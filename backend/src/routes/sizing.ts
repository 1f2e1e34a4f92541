import { Router, type Request } from 'express';
import { allow } from '../auth/permission';
import { AppError } from '../http/errors';
import { assess, plan, SketchMathsError } from '../maths';

/**
 * Public sizing answers: pure maths over the query, no stored data, so no
 * sign-in. Every bad value is a 400 naming the parameter and what to send.
 */
const PLAN_PARAMS = ['sizedTotal', 'errorBudget', 'confidence', 'counterBytes'] as const;
const ASSESS_PARAMS = ['width', 'depth', 'errorBudget', 'confidence', 'streamTotal'] as const;

const HINTS: Record<string, string> = {
  sizedTotal: 'the stream total the sketch must hold, e.g. sizedTotal=1000000',
  errorBudget: 'the largest overcount tolerated, e.g. errorBudget=100',
  confidence: 'a fraction between 0 and 1, e.g. confidence=0.99',
  counterBytes: 'bytes per counter: 1, 2, 4 or 8 (default 4)',
  width: 'counters per row, e.g. width=2719',
  depth: 'rows, e.g. depth=5',
  streamTotal: 'the sum of all increments so far, e.g. streamTotal=250000',
};

function numbersFrom<K extends string>(req: Request, names: readonly K[], optional: readonly K[] = []): Record<K, number | undefined> {
  const unknown = Object.keys(req.query).filter((k) => !(names as readonly string[]).includes(k));
  if (unknown.length) throw new AppError(400, 'invalid', `Unknown parameter ${unknown.join(', ')}; the accepted ones are ${names.join(', ')}.`, unknown[0]);
  const out = {} as Record<K, number | undefined>;
  for (const name of names) {
    const raw = req.query[name];
    if (raw === undefined || raw === '') {
      if (optional.includes(name)) continue;
      throw new AppError(400, 'invalid', `${name} is missing; send ${HINTS[name]}.`, name);
    }
    const value = typeof raw === 'string' ? Number(raw.trim()) : NaN;
    if (typeof raw !== 'string' || raw.trim() === '' || !Number.isFinite(value)) {
      throw new AppError(400, 'invalid', `${name} must be a number (got '${String(raw)}'); send ${HINTS[name]}.`, name);
    }
    out[name] = value;
  }
  return out;
}

function answer<T>(compute: () => T): T {
  try {
    return compute();
  } catch (err) {
    if (err instanceof SketchMathsError) throw new AppError(400, 'invalid', err.message, err.field, { cause: err });
    throw err;
  }
}

export function sizingRoutes(): Router {
  const router = Router();
  router.get('/v1/sizing/plan', allow('public'), (req, res) => {
    const q = numbersFrom(req, PLAN_PARAMS, ['counterBytes']);
    const p = answer(() => plan({ sizedTotal: q.sizedTotal!, errorBudget: q.errorBudget!, confidence: q.confidence!, counterBytes: q.counterBytes ?? 4 }));
    res.json({ width: p.width, depth: p.depth, epsilon: p.epsilon, delta: p.delta, memoryBytes: p.memoryBytes, capacity: p.capacity });
  });
  router.get('/v1/sizing/assess', allow('public'), (req, res) => {
    const q = numbersFrom(req, ASSESS_PARAMS);
    const a = answer(() => assess({ width: q.width!, depth: q.depth!, errorBudget: q.errorBudget!, confidence: q.confidence!, streamTotal: q.streamTotal! }));
    res.json({
      boundNow: a.boundNow,
      capacity: a.capacity,
      load: a.load,
      missRisk: a.missRisk,
      ...(a.missRisk === null ? { note: 'no guarantee: the stream total has reached width × error budget, so the Markov bound says nothing' } : {}),
      relativeError: a.relativeError,
      level: a.level,
    });
  });
  return router;
}
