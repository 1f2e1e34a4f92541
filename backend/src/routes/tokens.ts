import { Router } from 'express';
import { z } from 'zod';
import { allow } from '../auth/permission';
import { ROLES, roleList } from '../auth/roles';
import type { Config } from '../config';
import type { Db } from '../db';
import { parseInput } from '../http/validate';
import { perMinuteLimit } from '../http/rate-limit';
import { createToken, listTokens, revokeToken } from '../services/access/tokens';
import { idParam } from './id-param';

/**
 * API tokens for automation. Anyone signed in may make tokens for themselves
 * (in the browser only: a leaked token must not mint more), list and revoke
 * them; admins list and revoke everyone's.
 */
export function tokenRoutes(config: Config, db: Db): Router {
  const newToken = z.strictObject({
    label: z.string({ error: 'label is required: a few words saying what the token is for, such as "deploy pipeline"' })
      .trim()
      .min(1, 'label must not be empty: say what the token is for, such as "deploy pipeline"')
      .max(100, 'label must be at most 100 characters'),
    role: z.enum(ROLES, { error: `role must be one of ${roleList} (at most your own)` }).optional(),
    expiresInDays: z
      .number({ error: `expiresInDays must be a whole number of days from 1 to ${config.TOKEN_MAX_DAYS}` })
      .int(`expiresInDays must be a whole number of days from 1 to ${config.TOKEN_MAX_DAYS}`)
      .min(1, `expiresInDays must be a whole number of days from 1 to ${config.TOKEN_MAX_DAYS}`)
      .max(config.TOKEN_MAX_DAYS, `expiresInDays must be at most ${config.TOKEN_MAX_DAYS} (TOKEN_MAX_DAYS)`)
      .default(config.TOKEN_DEFAULT_DAYS),
  });
  const listQuery = z.strictObject({ scope: z.enum(['own', 'all'], { error: 'scope must be own or all' }).default('own') });

  const router = Router();
  const limit = perMinuteLimit(config.TOKEN_RATE_PER_MINUTE, 'token');
  router.get('/v1/tokens', allow('viewer'), limit, async (req, res) => {
    const { scope } = parseInput(listQuery, req.query, 'query');
    res.json({ tokens: await listTokens(db, req.user!, scope) });
  });
  router.post('/v1/tokens', allow('viewer', { sessionOnly: true }), limit, async (req, res) => {
    const input = parseInput(newToken, req.body, 'body');
    const created = await createToken(db, req.user!, { ...input, role: input.role ?? req.user!.role, userId: req.user!.id });
    res.status(201).json({ ...created, note: 'Copy the secret now: Brimwatch keeps only its hash and cannot show it again.' });
  });
  router.delete('/v1/tokens/:id', allow('viewer'), limit, async (req, res) => {
    res.json({ token: await revokeToken(db, req.user!, idParam(req.params.id, 'token')) });
  });
  return router;
}
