import { Router } from 'express';
import { z } from 'zod';
import { allow } from '../auth/permission';
import type { Db } from '../db';
import { parseInput } from '../http/validate';
import { writeHistoryCsv } from '../services/history/history-csv';
import { fleetHistory } from '../services/history/history';
import { instant, list, MAX_RANGE_DAYS, wholeNumber } from './fleet-input';

const DAY_MS = 86_400_000;

const historyQuery = z
  .strictObject({
    from: instant('from'),
    to: instant('to'),
    team: list,
    service: list,
    sketch: list.refine((ids) => ids.every((id) => /^[1-9]\d{0,15}$/.test(id)), 'sketch must be one or more sketch ids (whole numbers, comma-separated or repeated)'),
    page: wholeNumber('page', 1, 1_000_000, 1),
    pageSize: wholeNumber('pageSize', 1, 200, 50),
  })
  .transform((q, ctx) => {
    const to = q.to ?? new Date();
    const from = q.from ?? new Date(to.getTime() - 7 * DAY_MS);
    if (from >= to) {
      ctx.addIssue({ code: 'custom', path: ['from'], message: `from must be before to (got from ${from.toISOString()}, to ${to.toISOString()}).` });
      return z.NEVER;
    }
    if (to.getTime() - from.getTime() > MAX_RANGE_DAYS * DAY_MS) {
      ctx.addIssue({ code: 'custom', path: ['from'], message: `The period from … to must span at most ${MAX_RANGE_DAYS} days; narrow it.` });
      return z.NEVER;
    }
    return { from, to, filter: { teams: q.team, services: q.service, sketchIds: q.sketch.map(Number) }, page: q.page, pageSize: q.pageSize };
  });

const stamp = (d: Date) => d.toISOString().slice(0, 16).replace(/[-:]/g, '').replace('T', '-');

/** Saturation history for on-call: every role may read it, as every role may read the fleet. */
export function historyRoutes(db: Db): Router {
  const router = Router();

  router.get('/v1/history', allow('viewer'), async (req, res) => {
    const q = parseInput(historyQuery, req.query, 'query');
    res.json(await fleetHistory(db, q.filter, { from: q.from, to: q.to, now: new Date() }, q.page, q.pageSize));
  });

  router.get('/v1/history.csv', allow('viewer'), async (req, res) => {
    const q = parseInput(historyQuery, req.query, 'query');
    res.type('text/csv; charset=utf-8').attachment(`brimwatch-history-${stamp(q.from)}-to-${stamp(q.to)}.csv`);
    try {
      await writeHistoryCsv(db, q.filter, { from: q.from, to: q.to, now: new Date() }, (chunk) => res.write(chunk));
    } catch (error) {
      // Once rows are on their way the status is sent: cut the download short so it cannot pass for a whole file.
      if (!res.headersSent) throw error;
      res.destroy(error instanceof Error ? error : new Error(String(error)));
      return;
    }
    res.end();
  });

  return router;
}
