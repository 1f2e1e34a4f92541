import { AppError } from '../http/errors';

/** A numeric id from the path, or a 400 that says which id was wrong. */
export function idParam(value: string | string[] | undefined, what: string): number {
  const text = Array.isArray(value) ? value[0] : value;
  if (text === undefined || !/^[1-9]\d{0,15}$/.test(text)) {
    throw new AppError(400, 'invalid', `The ${what} id in the path must be a positive whole number (got '${text ?? ''}').`, 'id');
  }
  return Number(text);
}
-------
- **THE PROBLEM**
Find out how many lines above hold "cannot". Write only the number.

- **REPLY TO THE EXERCISE**
2